Литвек - электронная библиотека >> Карен Джой Фаулер >> Современная проза >> Ледяной город

Карен Джой Фаулер Ледяной город

Майку Берку, математику, кулинару, учителю, путешественнику, брату

Пожалуй, это правильно, что я живу с теми, кого убила.

А. Б. Эрли, интервью журналу «Мисс мэгэзин», июнь 1983

ЧАСТЬ ПЕРВАЯ

Глава первая


Ледяной город. Иллюстрация № 1
(1)
Мисс Тайм сидела, уронив голову на стол, ноги ее касались пола. Шея и спина мисс Тайм не гнулись; впрочем, она вообще плохо гнулась — с этим ничего нельзя было поделать. Занавески на кухне были раздернуты. На буфете стояли два стакана, один пустой, другой полупустой, а позади них — бутылка красного вина. Пробка от нее валялась в раковине.

Из упавшей к ногам мисс Тайм крохотной сумочки на пол высыпались помада, ключи и очки. На скатерти было что-то написано то ли неяркими красными чернилами, то ли вином — похоже, телефонный номер, из тех времен, когда номера начинались с букв, обозначающих районную телефонную станцию. Четко читались D, А, то есть Дэвенпорт, 7, 3, а потом — то ли 5, то ли 2. Дальше цифры расплывались до полной неразборчивости.

Сумочка была размером с таблетку аспирина, помада — с рисовое зернышко, а кухонный пол — с лист машинописной бумаги. Убитая бедняжка мисс Тайм была ростом три дюйма. Все вместе помещалось на прикроватном столике под лампой и оказывалось первым, что видела Рима при пробуждении, и последним, что она видела, укладываясь спать.

— Завтра велю Тильде все убрать, — сказала Аддисон. — Зачем тебе такое в спальне? Я-то привыкла и даже не думаю, как смотрят на это другие.

Рима, разумеется, уже знала о кукольных домиках — они были знамениты не меньше самой Аддисон.
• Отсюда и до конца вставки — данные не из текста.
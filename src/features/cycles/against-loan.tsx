import type { ReactNode } from 'react';
import type { Cycle, WithoutRoofMethod } from '#shared/ledger/cycle.ts';
import { MoneyFigure } from '#src/ui/figure.tsx';
import { Money } from '#src/ui/money.tsx';
import { Sheet } from '#src/ui/sheet.tsx';
import { addedWorking, cycleMoney } from './cycle-money.ts';

const METHODS: Record<WithoutRoofMethod, string> = {
  measured: 'The use of this cycle, priced on the plan the house would have without a roof.',
  sameMonthBefore: 'An estimate: the use of the same month before the roof, priced as it would be now.',
  yearlyMeanBefore: 'An estimate: the mean use of the year before the roof, priced as it would be now.',
};

/** "Against the loan": what the cycle kept or earned, less what it paid, line by line. */
export function AgainstLoan({ cycle }: { cycle: Cycle }) {
  const { lines, earned } = cycleMoney(cycle);
  const { withoutRoof } = cycle;
  return (
    <Sheet title="Against the loan">
      <table className="ruled">
        <thead>
          <tr>
            <td />
            <th scope="col">This cycle</th>
          </tr>
        </thead>
        <tbody>
          {lines.map((line) => (
            <Row key={line.key} label={line.label} hint={line.estimated ? 'An estimate.' : null}>
              <MoneyFigure title={line.title} cents={line.cents} working={line.working} />
            </Row>
          ))}
          {cycle.loanPayments === 0 && (
            <Row label="Loan payment" hint={null}>
              <span className="text-soft">none fell in this cycle</span>
            </Row>
          )}
          <tr className="total">
            <th scope="row">Added to the position</th>
            <td>
              <MoneyFigure title="Added to the position" cents={cycle.addedCents} working={addedWorking(cycle)} />
            </td>
          </tr>
        </tbody>
      </table>
      <div className="hint mt-2">
        {withoutRoof && <p>{METHODS[withoutRoof.method]}</p>}
        {!withoutRoof && <p>What the bill would have been without the roof is not known for this cycle.</p>}
        {cycle.loanPayments > 1 && <p>{cycle.loanPayments} loan payments fell in this cycle.</p>}
        {earned.map((entry) => (
          <p key={entry.id}>
            {entry.label}: <Money cents={entry.amountCents} />. It counts on the day it is paid.
          </p>
        ))}
      </div>
    </Sheet>
  );
}

function Row({ label, hint, children }: { label: ReactNode; hint: string | null; children: ReactNode }) {
  return (
    <tr>
      <th scope="row">
        {label}
        {hint && <span className="hint"> {hint}</span>}
      </th>
      <td>{children}</td>
    </tr>
  );
}
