import type { FieldErrors } from 'react-hook-form';
import type { StatementValues } from './statement-values.ts';

/** Every message of a tree of errors, once. */
export function messagesOf(errors: FieldErrors<StatementValues>): { text: string }[] {
  const found = new Map<string, string>();
  const walk = (node: unknown, path: string[]): void => {
    if (typeof node !== 'object' || node === null) return;
    if ('message' in node && typeof node.message === 'string') {
      found.set(path.join('.'), `${placeOf(path)}: ${node.message}`);
      return;
    }
    for (const [key, value] of Object.entries(node)) if (key !== 'ref') walk(value, [...path, key]);
  };
  walk(errors, []);
  return [...found.values()].map((text) => ({ text }));
}

const FIELD_WORDS: Record<string, string> = {
  from: 'First day',
  to: 'Last day',
  printedDays: 'Days printed',
  statementOn: 'Statement date',
  dueOn: 'Due date',
  importWh: 'Import',
  exportWh: 'Export',
  productionWh: 'Production',
  previousBalanceCents: 'Previous balance',
  paymentsCents: 'Payments',
  amountDueCents: 'Amount due',
  amountCents: 'Amount',
  label: 'As printed',
  reason: 'Reason',
};

function placeOf(path: string[]): string {
  const [head = '', index, field = ''] = path;
  if (index === undefined) return FIELD_WORDS[head] ?? head;
  const what = head === 'lines' ? 'Line' : head === 'reads' ? 'Read' : 'Bank';
  return `${what} ${Number(index) + 1}, ${(FIELD_WORDS[field] ?? field).toLowerCase()}`;
}
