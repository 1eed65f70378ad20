import type { StatementBody } from '#shared/api/cycles.ts';
import type { PrintedLine, RegisterRead, Statement } from '#shared/facts/papers.ts';
import { type Cents, cents, dollarsText, parseDollars } from '#shared/units/cents.ts';
import { type Day, parseDay } from '#shared/units/day.ts';
import { kwhText, parseKwh, type Wh } from '#shared/units/energy.ts';
import { FaultList, type Reading } from '#src/lib/form.ts';

/** A statement as a person types it: every value a text. */
export type StatementValues = {
  from: string;
  to: string;
  printedDays: string;
  statementOn: string;
  dueOn: string;
  importWh: string;
  exportWh: string;
  productionWh: string;
  reads: {
    meter: string;
    channel: RegisterRead['channel'];
    from: string;
    to: string;
    previous: string;
    current: string;
    dials: string;
    multiplier: string;
    type: RegisterRead['type'];
    row: number | null;
  }[];
  lines: {
    label: string;
    kind: PrintedLine['kind'];
    component: string | null;
    quantity: string;
    unit: string;
    rate: string;
    amountCents: string;
    inDue: boolean;
    row: number | null;
  }[];
  banks: { bank: string; unit: 'kWh' | 'USD'; open: string; close: string; row: number | null }[];
  previousBalanceCents: string;
  paymentsCents: string;
  amountDueCents: string;
  reason: string;
};

/** The posted statement as texts to change. */
export function valuesOf(statement: Statement): StatementValues {
  return {
    from: statement.from,
    to: statement.to,
    printedDays: statement.printedDays === null ? '' : String(statement.printedDays),
    statementOn: statement.statementOn ?? '',
    dueOn: statement.dueOn ?? '',
    importWh: whWords(statement.importWh),
    exportWh: whWords(statement.exportWh),
    productionWh: whWords(statement.productionWh),
    reads: statement.reads.map((read) => ({ ...read, dials: String(read.dials) })),
    lines: statement.lines.map((line) => ({
      ...line,
      quantity: line.quantity ?? '',
      unit: line.unit ?? '',
      rate: line.rate ?? '',
      amountCents: dollarsText(line.amountCents),
    })),
    banks: statement.banks.map((bank) => ({ ...bank, open: bank.open ?? '', close: bank.close ?? '' })),
    previousBalanceCents: centsWords(statement.previousBalanceCents),
    paymentsCents: centsWords(statement.paymentsCents),
    amountDueCents: dollarsText(statement.amountDueCents),
    reason: '',
  };
}

function whWords(amount: Wh | null): string {
  return amount === null ? '' : kwhText(amount);
}

function centsWords(amount: Cents | null): string {
  return amount === null ? '' : dollarsText(amount);
}

const DECIMAL = /^-?\d{1,12}(\.\d{1,12})?$/;
const NO_DATE = 'Write a date that exists.';
const NO_AMOUNT = 'Write an amount such as 20.14 or −20.14.';
const NO_NUMBER = 'Write a number such as 0.1684.';
const UNITS = ['kWh', 'cycle', 'day', 'kW', 'USD'] as const;

/** Reads the typed values as a statement and a reason; every fault is named, none stops at the first. */
export function readStatementValues(values: StatementValues): Reading<{ statement: StatementBody; reason: string }> {
  const list = new FaultList();
  const day = (text: string, path: string) => list.optional(text, parseDay, path, NO_DATE);
  const dollars = (text: string, path: string) => list.optional(text, parseDollars, path, NO_AMOUNT);
  const energy = (text: string, path: string) => list.optional(text, parseKwh, path, 'Write kWh, such as 498.');
  const decimal = (text: string, path: string) => list.optional(text, plainDecimal, path, NO_NUMBER);
  const neededDay = (text: string, path: string) => list.needed(text, parseDay, path, NO_DATE, '1970-01-01' as Day);
  const neededDollars = (text: string, path: string) => list.needed(text, parseDollars, path, NO_AMOUNT, cents(0));
  const neededDecimal = (text: string, path: string) => list.needed(text, plainDecimal, path, NO_NUMBER, '0');

  const statement: StatementBody = {
    from: neededDay(values.from, 'from'),
    to: neededDay(values.to, 'to'),
    printedDays: list.optional(values.printedDays, wholeNumber, 'printedDays', 'Write a whole number.'),
    statementOn: day(values.statementOn, 'statementOn'),
    dueOn: day(values.dueOn, 'dueOn'),
    importWh: energy(values.importWh, 'importWh'),
    exportWh: energy(values.exportWh, 'exportWh'),
    productionWh: energy(values.productionWh, 'productionWh'),
    reads: values.reads.map((read, index) => ({
      meter: read.meter.trim(),
      channel: read.channel,
      from: neededDay(read.from, `reads.${index}.from`),
      to: neededDay(read.to, `reads.${index}.to`),
      previous: neededDecimal(read.previous, `reads.${index}.previous`),
      current: neededDecimal(read.current, `reads.${index}.current`),
      dials: list.needed(read.dials, dialsOf, `reads.${index}.dials`, 'Write 3 to 9.', 5),
      multiplier: neededDecimal(read.multiplier, `reads.${index}.multiplier`),
      type: read.type,
      row: read.row,
    })),
    lines: values.lines.map((line, index) => ({
      component: line.component,
      kind: line.kind,
      label: list.needed(line.label, (text) => text.trim(), `lines.${index}.label`, '', 'line'),
      quantity: decimal(line.quantity, `lines.${index}.quantity`),
      unit: UNITS.find((unit) => unit === line.unit) ?? null,
      rate: decimal(line.rate, `lines.${index}.rate`),
      amountCents: neededDollars(line.amountCents, `lines.${index}.amountCents`),
      inDue: line.inDue,
      row: line.row,
    })),
    banks: values.banks.map((bank, index) => ({
      bank: bank.bank,
      unit: bank.unit,
      open: decimal(bank.open, `banks.${index}.open`),
      close: decimal(bank.close, `banks.${index}.close`),
      row: bank.row,
    })),
    previousBalanceCents: dollars(values.previousBalanceCents, 'previousBalanceCents'),
    paymentsCents: dollars(values.paymentsCents, 'paymentsCents'),
    amountDueCents: neededDollars(values.amountDueCents, 'amountDueCents'),
  };
  if (list.faults.length === 0 && statement.to <= statement.from) list.add('to', 'The last day comes after the first.');
  const reason = values.reason.trim();
  if (reason === '') list.add('reason', 'Say why, in a few words.');
  return list.reading({ statement, reason });
}

function plainDecimal(text: string): string | null {
  const plain = text.trim().replaceAll('\u2212', '-').replaceAll(',', '').replace(/^\$/, '');
  return DECIMAL.test(plain) ? plain : null;
}

function wholeNumber(text: string): number | null {
  return /^\d{1,6}$/.test(text.trim()) ? Number(text.trim()) : null;
}

function dialsOf(text: string): number | null {
  const dials = wholeNumber(text);
  return dials !== null && dials >= 3 && dials <= 9 ? dials : null;
}
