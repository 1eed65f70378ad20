import { creditEarnedBy } from '../books/tax-credit.ts';
import { keptAt } from '../settlement/place.ts';
import { cents, ZERO_CENTS } from '../units/cents.ts';
import type { Day } from '../units/day.ts';
import type { BasisFacts, ProjectionBasis } from './basis.ts';
import { counts } from './books-sum.ts';
import { lastingCrossing } from './even.ts';
import type { PositionPoint } from './position.ts';
import type { ProjectionInput } from './project.ts';

export type MadeBasis = { ok: true; basis: ProjectionBasis } | { ok: false; why: string };

/** The basis of a household's projection, or why there is none yet. */
export function basisOf(input: ProjectionInput): MadeBasis {
  const { facts, points, today } = input;
  const closes = points.filter(isClose);
  const close = closes.at(-1);
  if (close === undefined) return { ok: false, why: 'Post the first cycle to see a projection.' };
  if (facts.plans.length === 0) return { ok: false, why: 'Enter the rate plan to see a projection.' };
  const received = facts.credit ? creditEarnedBy(facts.credit, close.on) - close.creditStillToComeCents : ZERO_CENTS;
  return {
    ok: true,
    basis: {
      today,
      facts: factsOf(facts),
      cycles: input.cycles.map(({ from, to, importWh, exportWh, productionWh, provisional, split = null }) => ({
        from,
        to,
        importWh,
        exportWh,
        productionWh,
        provisional,
        split,
      })),
      hourly: input.hourly ?? null,
      opening: input.opening,
      close: {
        on: close.on,
        cashSoFarCents: close.cashSoFarCents,
        incentiveOwedCents: close.incentiveOwedCents,
        creditReceivedCents: cents(received),
      },
      evenSince: evenSince(closes),
      since: input.since
        .filter((entry) => counts(entry) && entry.book !== 'loan' && entry.book !== 'insurance')
        .map(({ date, book, amountCents }) => ({ on: date, book, amountCents })),
    },
  };
}

function factsOf(facts: ProjectionInput['facts']): BasisFacts {
  const { arrays, inverterAcWatts, expectedMonthlyWh } = facts.house;
  return {
    house: { arrays, inverterAcWatts, expectedMonthlyWh },
    plans: facts.plans,
    loan: facts.loan,
    otherLoans: facts.otherLoans,
    lease: facts.lease,
    mortgage: facts.mortgage,
    credit: facts.credit,
    incentive: facts.incentive,
    costs: facts.costs,
    usageBefore: facts.usageBefore,
    assumptions: facts.assumptions,
  };
}

function isClose(point: PositionPoint): boolean {
  return point.cycle !== 'before' && point.cycle !== 'since';
}

function evenSince(closes: readonly PositionPoint[]): Day | null {
  const firm = closes.filter((point) => !point.provisional);
  const index = lastingCrossing(firm.map((point) => point.settledTodayCents));
  return index === null ? null : keptAt(firm, index).on;
}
Именно так Аддисон придумывала свои детективные сюжеты: берясь за очередную книгу, она первые несколько месяцев посвящала воспроизводству в мельчайших подробностях сцены убийства — крошечные улики, пятнышки запекшейся крови. «Если со ценой убийства все в порядке, — сказала она однажды в интервью „Мисс мэгэзин“[1] („А. Б. Эрли мыслит мелкими деталями“; это интервью Рима много лет хранила в ящике письменного стола и часто перечитывала), — то остальное, в общем-то, пишется само».

К интервью прилагалась фотография: Аддисон трудится над столовым ножом размером с булавку. С тех пор она постарела, но не слишком сильно. Для своих шестидесяти с лишним Аддисон выглядела очень худой — правда, она вечно была такой, вся из костей и острых углов. Вешалка, да и только. Глубоко посаженные глаза, зубы, как у Элеоноры Рузвельт.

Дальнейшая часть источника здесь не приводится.